Given information -
/---
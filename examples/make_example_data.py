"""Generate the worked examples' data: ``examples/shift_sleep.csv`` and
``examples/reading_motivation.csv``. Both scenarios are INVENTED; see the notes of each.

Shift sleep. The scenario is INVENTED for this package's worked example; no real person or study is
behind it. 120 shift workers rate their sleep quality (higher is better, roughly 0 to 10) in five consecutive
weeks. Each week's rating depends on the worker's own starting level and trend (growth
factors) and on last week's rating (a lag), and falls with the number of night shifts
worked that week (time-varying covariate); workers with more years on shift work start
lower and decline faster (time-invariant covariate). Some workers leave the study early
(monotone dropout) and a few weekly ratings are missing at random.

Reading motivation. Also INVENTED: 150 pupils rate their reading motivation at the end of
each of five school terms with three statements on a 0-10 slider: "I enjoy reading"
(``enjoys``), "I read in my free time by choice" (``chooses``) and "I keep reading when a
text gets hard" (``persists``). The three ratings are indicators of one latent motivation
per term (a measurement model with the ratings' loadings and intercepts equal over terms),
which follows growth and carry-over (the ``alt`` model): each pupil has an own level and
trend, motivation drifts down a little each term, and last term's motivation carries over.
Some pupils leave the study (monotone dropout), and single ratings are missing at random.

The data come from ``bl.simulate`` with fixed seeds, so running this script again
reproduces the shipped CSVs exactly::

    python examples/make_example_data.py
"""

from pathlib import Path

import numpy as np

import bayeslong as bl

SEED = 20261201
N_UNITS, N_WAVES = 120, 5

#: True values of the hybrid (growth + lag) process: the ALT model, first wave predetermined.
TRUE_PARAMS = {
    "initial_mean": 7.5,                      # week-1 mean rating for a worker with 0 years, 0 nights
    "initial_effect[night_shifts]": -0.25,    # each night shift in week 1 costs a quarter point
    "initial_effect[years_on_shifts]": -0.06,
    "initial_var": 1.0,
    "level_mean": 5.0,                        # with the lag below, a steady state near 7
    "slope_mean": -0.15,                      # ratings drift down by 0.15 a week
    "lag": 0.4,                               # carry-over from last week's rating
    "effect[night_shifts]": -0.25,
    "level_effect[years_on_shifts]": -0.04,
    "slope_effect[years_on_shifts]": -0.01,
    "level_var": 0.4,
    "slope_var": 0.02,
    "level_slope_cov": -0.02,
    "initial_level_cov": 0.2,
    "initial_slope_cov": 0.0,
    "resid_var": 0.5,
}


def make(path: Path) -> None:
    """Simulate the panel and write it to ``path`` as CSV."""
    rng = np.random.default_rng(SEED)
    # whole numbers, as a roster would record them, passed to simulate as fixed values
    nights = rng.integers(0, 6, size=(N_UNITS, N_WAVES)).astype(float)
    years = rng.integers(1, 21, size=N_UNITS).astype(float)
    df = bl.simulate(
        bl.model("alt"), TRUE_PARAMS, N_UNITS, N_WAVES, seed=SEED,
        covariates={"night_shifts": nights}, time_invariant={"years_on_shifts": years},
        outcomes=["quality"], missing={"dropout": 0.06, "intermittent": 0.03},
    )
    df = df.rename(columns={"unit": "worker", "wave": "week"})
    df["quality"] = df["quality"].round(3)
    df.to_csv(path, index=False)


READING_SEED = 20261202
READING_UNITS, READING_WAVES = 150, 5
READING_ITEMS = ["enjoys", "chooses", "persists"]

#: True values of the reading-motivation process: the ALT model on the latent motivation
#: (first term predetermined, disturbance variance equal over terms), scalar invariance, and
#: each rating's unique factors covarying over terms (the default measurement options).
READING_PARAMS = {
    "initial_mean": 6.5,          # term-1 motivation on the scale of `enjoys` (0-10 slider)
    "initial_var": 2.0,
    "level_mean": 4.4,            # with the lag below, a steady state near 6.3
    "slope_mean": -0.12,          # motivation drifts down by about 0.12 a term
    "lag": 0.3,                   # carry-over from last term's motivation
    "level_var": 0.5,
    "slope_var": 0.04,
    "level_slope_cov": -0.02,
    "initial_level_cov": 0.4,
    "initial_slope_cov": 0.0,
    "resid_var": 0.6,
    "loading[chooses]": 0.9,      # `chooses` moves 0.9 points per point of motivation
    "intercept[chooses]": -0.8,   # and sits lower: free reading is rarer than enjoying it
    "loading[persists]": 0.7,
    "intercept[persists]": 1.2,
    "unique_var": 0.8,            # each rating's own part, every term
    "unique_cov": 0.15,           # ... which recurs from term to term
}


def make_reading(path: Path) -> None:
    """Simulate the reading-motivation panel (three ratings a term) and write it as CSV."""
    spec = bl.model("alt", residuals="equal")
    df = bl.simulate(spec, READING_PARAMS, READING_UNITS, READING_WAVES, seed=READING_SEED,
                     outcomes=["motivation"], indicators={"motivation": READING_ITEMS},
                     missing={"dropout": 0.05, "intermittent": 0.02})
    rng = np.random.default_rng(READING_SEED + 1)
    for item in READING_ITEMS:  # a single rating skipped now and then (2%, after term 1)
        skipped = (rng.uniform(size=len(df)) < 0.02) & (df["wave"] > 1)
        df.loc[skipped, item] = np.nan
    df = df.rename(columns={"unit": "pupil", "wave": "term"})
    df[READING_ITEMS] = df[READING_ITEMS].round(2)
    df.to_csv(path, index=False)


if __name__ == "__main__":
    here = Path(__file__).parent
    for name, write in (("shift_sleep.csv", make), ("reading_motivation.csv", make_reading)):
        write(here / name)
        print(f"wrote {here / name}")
\---
/---
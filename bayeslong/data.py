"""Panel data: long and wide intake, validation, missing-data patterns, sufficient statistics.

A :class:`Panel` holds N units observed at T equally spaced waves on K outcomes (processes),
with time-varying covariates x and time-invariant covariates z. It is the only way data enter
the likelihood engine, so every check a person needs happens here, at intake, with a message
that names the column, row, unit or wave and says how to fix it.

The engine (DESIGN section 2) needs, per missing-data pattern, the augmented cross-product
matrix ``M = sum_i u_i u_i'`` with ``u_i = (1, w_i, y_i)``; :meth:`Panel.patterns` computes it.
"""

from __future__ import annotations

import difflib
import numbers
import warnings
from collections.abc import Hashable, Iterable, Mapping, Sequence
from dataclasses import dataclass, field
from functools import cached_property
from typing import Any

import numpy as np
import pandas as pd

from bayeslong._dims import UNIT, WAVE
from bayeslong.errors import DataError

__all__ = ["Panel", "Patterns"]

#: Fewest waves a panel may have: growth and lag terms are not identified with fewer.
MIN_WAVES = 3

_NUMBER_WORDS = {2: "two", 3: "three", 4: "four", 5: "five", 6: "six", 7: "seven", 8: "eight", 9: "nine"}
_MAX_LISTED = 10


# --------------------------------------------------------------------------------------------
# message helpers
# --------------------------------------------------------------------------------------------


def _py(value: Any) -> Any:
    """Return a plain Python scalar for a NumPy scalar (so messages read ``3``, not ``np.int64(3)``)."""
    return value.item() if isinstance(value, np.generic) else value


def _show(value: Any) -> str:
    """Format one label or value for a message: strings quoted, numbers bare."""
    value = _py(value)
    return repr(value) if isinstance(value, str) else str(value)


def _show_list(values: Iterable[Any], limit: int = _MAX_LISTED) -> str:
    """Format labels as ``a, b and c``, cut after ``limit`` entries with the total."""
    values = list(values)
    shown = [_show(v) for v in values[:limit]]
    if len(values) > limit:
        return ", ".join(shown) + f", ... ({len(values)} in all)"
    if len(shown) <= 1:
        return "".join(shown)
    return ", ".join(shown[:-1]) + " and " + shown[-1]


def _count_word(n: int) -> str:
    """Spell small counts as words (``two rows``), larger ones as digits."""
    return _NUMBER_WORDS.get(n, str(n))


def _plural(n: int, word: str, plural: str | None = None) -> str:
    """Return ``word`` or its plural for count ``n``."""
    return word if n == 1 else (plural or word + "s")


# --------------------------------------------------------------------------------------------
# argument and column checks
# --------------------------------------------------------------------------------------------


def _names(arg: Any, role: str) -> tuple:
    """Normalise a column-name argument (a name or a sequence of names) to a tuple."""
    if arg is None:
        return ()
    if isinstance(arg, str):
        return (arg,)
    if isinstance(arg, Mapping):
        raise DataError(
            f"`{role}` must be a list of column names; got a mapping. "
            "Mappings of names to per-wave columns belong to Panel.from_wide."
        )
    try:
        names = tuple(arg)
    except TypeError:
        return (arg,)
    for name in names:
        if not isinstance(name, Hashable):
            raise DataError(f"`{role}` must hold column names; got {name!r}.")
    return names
\---
/---
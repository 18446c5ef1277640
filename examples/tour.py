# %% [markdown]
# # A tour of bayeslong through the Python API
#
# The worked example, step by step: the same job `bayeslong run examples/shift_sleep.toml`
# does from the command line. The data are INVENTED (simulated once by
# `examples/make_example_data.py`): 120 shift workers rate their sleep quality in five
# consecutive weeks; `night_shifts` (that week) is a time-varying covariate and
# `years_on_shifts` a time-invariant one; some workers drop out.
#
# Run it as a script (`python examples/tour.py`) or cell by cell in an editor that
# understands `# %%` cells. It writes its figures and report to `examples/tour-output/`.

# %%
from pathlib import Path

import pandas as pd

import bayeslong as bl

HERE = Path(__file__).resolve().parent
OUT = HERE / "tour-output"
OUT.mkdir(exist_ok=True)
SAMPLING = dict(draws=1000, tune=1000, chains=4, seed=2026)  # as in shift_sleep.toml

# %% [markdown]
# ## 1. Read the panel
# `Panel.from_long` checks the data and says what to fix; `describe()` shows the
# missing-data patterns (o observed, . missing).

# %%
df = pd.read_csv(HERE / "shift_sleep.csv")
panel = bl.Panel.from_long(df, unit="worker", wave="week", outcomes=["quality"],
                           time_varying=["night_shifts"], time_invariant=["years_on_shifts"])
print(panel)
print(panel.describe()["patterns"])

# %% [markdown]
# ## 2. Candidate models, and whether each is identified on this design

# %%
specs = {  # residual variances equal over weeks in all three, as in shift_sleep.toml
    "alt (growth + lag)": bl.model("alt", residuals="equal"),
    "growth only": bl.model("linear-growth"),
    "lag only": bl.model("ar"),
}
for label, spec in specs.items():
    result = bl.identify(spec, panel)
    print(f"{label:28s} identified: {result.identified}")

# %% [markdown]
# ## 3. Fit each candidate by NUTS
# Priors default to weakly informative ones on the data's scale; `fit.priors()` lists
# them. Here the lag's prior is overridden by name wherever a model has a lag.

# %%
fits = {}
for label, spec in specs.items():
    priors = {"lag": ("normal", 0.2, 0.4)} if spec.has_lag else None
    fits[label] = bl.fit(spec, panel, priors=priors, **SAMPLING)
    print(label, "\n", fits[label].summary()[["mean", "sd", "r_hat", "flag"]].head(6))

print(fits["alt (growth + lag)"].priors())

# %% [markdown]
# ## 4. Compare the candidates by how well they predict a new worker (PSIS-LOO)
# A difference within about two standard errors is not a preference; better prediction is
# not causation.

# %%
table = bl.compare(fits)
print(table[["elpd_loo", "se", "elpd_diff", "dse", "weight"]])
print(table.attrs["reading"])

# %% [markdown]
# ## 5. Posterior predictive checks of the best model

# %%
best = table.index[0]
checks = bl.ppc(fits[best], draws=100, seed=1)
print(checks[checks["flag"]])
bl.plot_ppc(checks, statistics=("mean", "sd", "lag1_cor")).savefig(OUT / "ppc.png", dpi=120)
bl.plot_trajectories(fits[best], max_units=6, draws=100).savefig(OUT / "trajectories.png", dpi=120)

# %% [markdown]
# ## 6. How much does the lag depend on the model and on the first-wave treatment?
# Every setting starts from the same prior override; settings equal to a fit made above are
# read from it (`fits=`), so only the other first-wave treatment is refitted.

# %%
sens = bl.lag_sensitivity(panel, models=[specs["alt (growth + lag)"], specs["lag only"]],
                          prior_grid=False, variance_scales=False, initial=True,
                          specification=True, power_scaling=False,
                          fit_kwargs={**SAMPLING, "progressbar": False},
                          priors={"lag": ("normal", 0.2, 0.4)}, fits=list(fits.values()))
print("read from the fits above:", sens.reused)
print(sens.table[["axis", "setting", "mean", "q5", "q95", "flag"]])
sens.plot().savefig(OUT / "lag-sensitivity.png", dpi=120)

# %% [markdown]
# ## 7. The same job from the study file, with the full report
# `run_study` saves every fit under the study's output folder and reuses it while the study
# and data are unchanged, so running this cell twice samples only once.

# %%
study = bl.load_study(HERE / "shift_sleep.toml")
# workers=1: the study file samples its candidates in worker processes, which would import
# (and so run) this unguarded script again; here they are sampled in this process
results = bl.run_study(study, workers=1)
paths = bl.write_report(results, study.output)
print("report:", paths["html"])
\---
Starting with the line that holds "the panel and" and ending with the line that holds "6, size=(N_UNITS, N_WAVES)).astype(float)", retype every line in the data above exactly, and nothing else.

Solution for this exercise -
    """Simulate the panel and write it to ``path`` as CSV."""
    rng = np.random.default_rng(SEED)
    # whole numbers, as a roster would record them, passed to simulate as fixed values
    nights = rng.integers(0, 6, size=(N_UNITS, N_WAVES)).astype(float)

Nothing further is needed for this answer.